# Spider Rigging or Side Pulling for Crappie



## papaperch

Been expeirmenting the last two years 2005 , 2006 with spider rigging. Although slip bobbers still is my favorite method this side pullin is starting to win me over. Give me a stump field that I don't know and I found out that side pulling is the way to find them. Only lake I have seen others doing this is Mosquito. I'm sure others are using this southern technique but it sure isn't as popular here as the southern states.

Went so far as to mount my electric trolling motor on the side of the boat an old bow mount. This year am going to mount my minn-kota auto-pilot to further the ease of fishing this style.
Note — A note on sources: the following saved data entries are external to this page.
//! Reads plain-text formulas.

mod prose;
mod tokens;

use super::Node;
use prose::{FUNCTIONS, JOINTS, prose};
use tokens::{Placed, Token, tokens};

/// Brackets may stand so deep.
const DEPTH: usize = 40;

const RELATIONS: [&str; 8] = ["=", "≤", "≥", "<", ">", "≈", "→", "…"];
const BREAKS: [&str; 3] = [",", ";", ":"];
pub(super) fn formula(text: &str) -> Option<Node> {
    let tokens = tokens(text)?;
    let mut reader = Reader {
        text,
        tokens,
        at: 0,
        depth: 0,
        bars: 0,
    };
    let node = reader.clauses()?;
    (reader.at == reader.tokens.len()).then_some(node)
}

struct Reader<'a> {
    text: &'a str,
    tokens: Vec<Placed>,
    at: usize,
    depth: usize,
    /// How many bars of absolute values are open.
    bars: usize,
}

impl Reader<'_> {
    fn peek(&self) -> Option<&Token> {
        self.tokens.get(self.at).map(|placed| &placed.token)
    }

    fn take(&mut self, sign: &str) -> bool {
        let found = matches!(self.peek(), Some(Token::Sign(s)) if *s == sign);
        self.at += usize::from(found);
        found
    }

    fn take_any(&mut self, signs: &[&'static str]) -> Option<&'static str> {
        let found = match self.peek() {
            Some(Token::Sign(s)) => signs.iter().find(|wanted| *wanted == s).copied(),
            _ => None,
        };
        self.at += usize::from(found.is_some());
        found
    }

    /// Formulas and prose, parted by commas and joining words.
    fn clauses(&mut self) -> Option<Node> {
        let mut parts = Vec::new();
        while self.peek().is_some() {
            let end = self.clause_end();
            if end == self.at {
                parts.push(self.words_to(self.at + 1));
            } else if prose(&self.tokens[self.at..end]) {
                parts.push(self.words_to(end));
            } else {
                parts.push(self.relation()?);
                if self.at != end {
                    return None;
                }
            }
            if let Some(mark) = self.take_any(&BREAKS) {
                parts.push(Node::Sign(mark));
            }
        }
        Some(one(parts))
    }

    /// Where the clause under way ends: before a joining word or a break outside all brackets.
    fn clause_end(&self) -> usize {
        let mut depth = 0_usize;
        for (i, placed) in self.tokens.iter().enumerate().skip(self.at) {
            match &placed.token {
                Token::Sign("(" | "[" | "{") => depth += 1,
                Token::Sign(")" | "]" | "}") => depth = depth.saturating_sub(1),
                Token::Sign(s) if depth == 0 && BREAKS.contains(s) => return i,
                Token::Name(n) if depth == 0 && JOINTS.contains(&n.as_str()) => return i,
                _ => {}
            }
        }
        self.tokens.len()
    }

    /// The text up to that token, as it was written.
    fn words_to(&mut self, end: usize) -> Node {
        let from = self.tokens[self.at].from;
        let to = self.tokens[end - 1].to;
        self.at = end;
        Node::Words(self.text[from..to].to_owned())
    }

    /// Sides with signs of relation between them.
    fn relation(&mut self) -> Option<Node> {
        let mut parts = vec![self.sum()?];
        while let Some(sign) = self.take_any(&RELATIONS) {
            parts.push(Node::Sign(sign));
            parts.push(self.sum()?);
        }
        Some(one(parts))
    }

    fn sum(&mut self) -> Option<Node> {
        let mut parts = Vec::new();
        if let Some(sign) = self.take_any(&["+", "−", "±"]) {
            parts.push(Node::Sign(sign));
        }
        parts.push(self.product()?);
        while let Some(sign) = self.take_any(&["+", "−", "±"]) {
            parts.push(Node::Sign(sign));
            parts.push(self.product()?);
        }
        Some(one(parts))
    }

    /// Factors side by side; a fraction stroke takes all before it and the one factor after.
    fn product(&mut self) -> Option<Node> {
        let mut factors = vec![self.power()?];
        loop {
            if self.take("*") {
                if self.starts_factor() {
                    factors.push(self.power()?);
                } else {
                    // a star on the symbol before it
                    let starred = factors.pop()?;
                    factors.push(Node::Power(Box::new(starred), Box::new(Node::Sign("∗"))));
                }
            } else if self.take("/") {
                let below = unwrapped(self.power()?);
                let above = unwrapped(factor(factors));
                factors = vec![Node::Fraction(Box::new(above), Box::new(below))];
            } else if self.starts_factor() {
                factors.push(self.power()?);
            } else {
                return Some(factor(factors));
            }
        }
    }

    fn starts_factor(&self) -> bool {
        match self.peek() {
            Some(Token::Number(_)) => true,
            Some(Token::Name(n)) => !JOINTS.contains(&n.as_str()),
            Some(Token::Sign("|")) => self.bars == 0,
            Some(Token::Sign(s)) => ["(", "[", "{"].contains(s),
            None => false,
        }
    }

    fn power(&mut self) -> Option<Node> {
        let base = self.atom()?;
        if let Some(sign) = self.take_any(&["²", "³"]) {
            let exponent = Node::Number(if sign == "²" { "2" } else { "3" }.into());
            return Some(Node::Power(Box::new(base), Box::new(exponent)));
        }
        if self.take("%") {
            return Some(Node::Row(vec![base, Node::Sign("%")]));
        }
        if !self.take("^") {
            return Some(base);
        }
        let minus = self.take("−");
        let exponent = unwrapped(self.deeper(Self::power)?);
        let exponent = if minus {
            Node::Row(vec![Node::Sign("−"), exponent])
        } else {
            exponent
        };
        Some(Node::Power(Box::new(base), Box::new(exponent)))
    }

    fn deeper(&mut self, read: fn(&mut Self) -> Option<Node>) -> Option<Node> {
        if self.depth == DEPTH {
            return None;
        }
        self.depth += 1;
        let node = read(self);
        self.depth -= 1;
        node
    }

    fn atom(&mut self) -> Option<Node> {
        match self.peek()?.clone() {
            Token::Number(n) => {
                self.at += 1;
                Some(Node::Number(n))
            }
            Token::Name(n) => {
                self.at += 1;
                self.named(n)
            }
            Token::Sign(_) => self.bracketed(),
        }
    }

    fn named(&mut self, name: String) -> Option<Node> {
        let bracket = matches!(self.peek(), Some(Token::Sign("(" | "[" | "{")));
        if !FUNCTIONS.contains(&name.as_str()) || !(bracket || self.starts_factor()) {
            return Some(Node::Symbol(name));
        }
        // `lg lg(x)` and `lg T`: the one factor after belongs to the function, and its power too
        let argument = self.deeper(Self::power)?;
        if name == "sqrt" {
            return Some(Node::Root(Box::new(unwrapped(argument))));
        }
        Some(Node::Function(name, Box::new(argument)))
    }

    fn bracketed(&mut self) -> Option<Node> {
        for (open, close) in [("(", ")"), ("[", "]"), ("{", "}")] {
            if self.take(open) {
                let end = self.closing(open, close)?;
                let inside = if end > self.at && self.told(end) {
                    self.words_to(end)
                } else {
                    let bars = std::mem::take(&mut self.bars);
                    let inside = self.deeper(Self::arguments)?;
                    self.bars = bars;
                    inside
                };
                return self
                    .take(close)
                    .then(|| Node::Group(open, Box::new(inside), close));
            }
        }
        if self.bars == 0 && self.take("|") {
            self.bars += 1;
            let inside = self.deeper(Self::arguments)?;
            self.bars -= 1;
            return self
                .take("|")
                .then(|| Node::Group("|", Box::new(inside), "|"));
        }
        None
    }

    /// Whether what stands before `end` is prose.
    fn told(&self, end: usize) -> bool {
        let inside = &self.tokens[self.at..end];
        let joined = inside
            .iter()
            .any(|t| matches!(&t.token, Token::Name(n) if JOINTS.contains(&n.as_str())));
        joined || prose(inside)
    }

    /// Where the bracket just opened closes.
    fn closing(&self, open: &str, close: &str) -> Option<usize> {
        let mut depth = 1_usize;
        for (i, placed) in self.tokens.iter().enumerate().skip(self.at) {
            match &placed.token {
                Token::Sign(s) if *s == open => depth += 1,
                Token::Sign(s) if *s == close => depth -= 1,
                _ => {}
            }
            if depth == 0 {
                return Some(i);
            }
        }
        None
    }

    fn arguments(&mut self) -> Option<Node> {
        let mut parts = vec![self.relation()?];
        while let Some(mark) = self.take_any(&BREAKS) {
            parts.push(Node::Sign(mark));
            parts.push(self.relation()?);
        }
        Some(one(parts))
    }
}

fn one(mut parts: Vec<Node>) -> Node {
    if parts.len() == 1 {
        parts.remove(0)
    } else {
        Node::Row(parts)
    }
}

fn factor(mut factors: Vec<Node>) -> Node {
    if factors.len() == 1 {
        factors.remove(0)
    } else {
        Node::Product(factors)
    }
}

/// What a round bracket holds, where a fraction, root or exponent already keeps it together.
fn unwrapped(node: Node) -> Node {
    match node {
        Node::Group("(", inside, _) => *inside,
        other => other,
    }
}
Here are some observations on this style.

1. Crappies tend to be larger overall as opposed to other styles of fishing with the exception of trolling crankbaits.
2. Tendency to catch non-target species greater using this method especially walleyes and larger perch.
3. After fishing an area anchored with slip bobbers and almost ready to give up , saved the day by using this method and at least boated enough to make the trip worthwhile.
4. Calmer days seem to be the most productive but have done good on choppy days.
5. Real stiff winds makes me go back to the anchor as boat control becomes a nightmare. ( auto-pilot may help this )
6. Usually use jigs tipped with minnows but twister tails and real small crank baits such as Yo-Zuri snap beans and pins minnows , have shown a lot of promise. 
7. Two rod limit ( Ohio fishing regulation ) puts a little crimp in this style. Noticed when with a partner finding the magic depth is easier and faster. 
8. The 10' to 22' range is the most productive overall for this style of fishing. Rule of thumb darker the day they are up higher brighter the day the deeper. But you have to try all at start of day because fish don't always do what they are supposed to. As my one friend likes to say " they must not read that book you have."
9. Long limber rods are needed as are quality rod holders. Noodle rods are excellent choices.
10. Along with depth , speed is also important, sometimes they want it crawling and other times they want it moving at a pretty good clip.
11. Use at least two hooks per rod about 12-18" apart. Take note which hook is catching the most fish and you will have the magic depth. 
12. Surveying the area with quality fish finder prior to actually fishing it helps in locating the best area to pull in. I usually look for marks real close to stumps. Seems the tighter they are to the stumps the more active they are.
13. I like to use markers to lay out an area but only if boat traffic is really light. Too many beginner fishermen assume that you are laying the area out for them and promptly anchor in the middle of my four markers.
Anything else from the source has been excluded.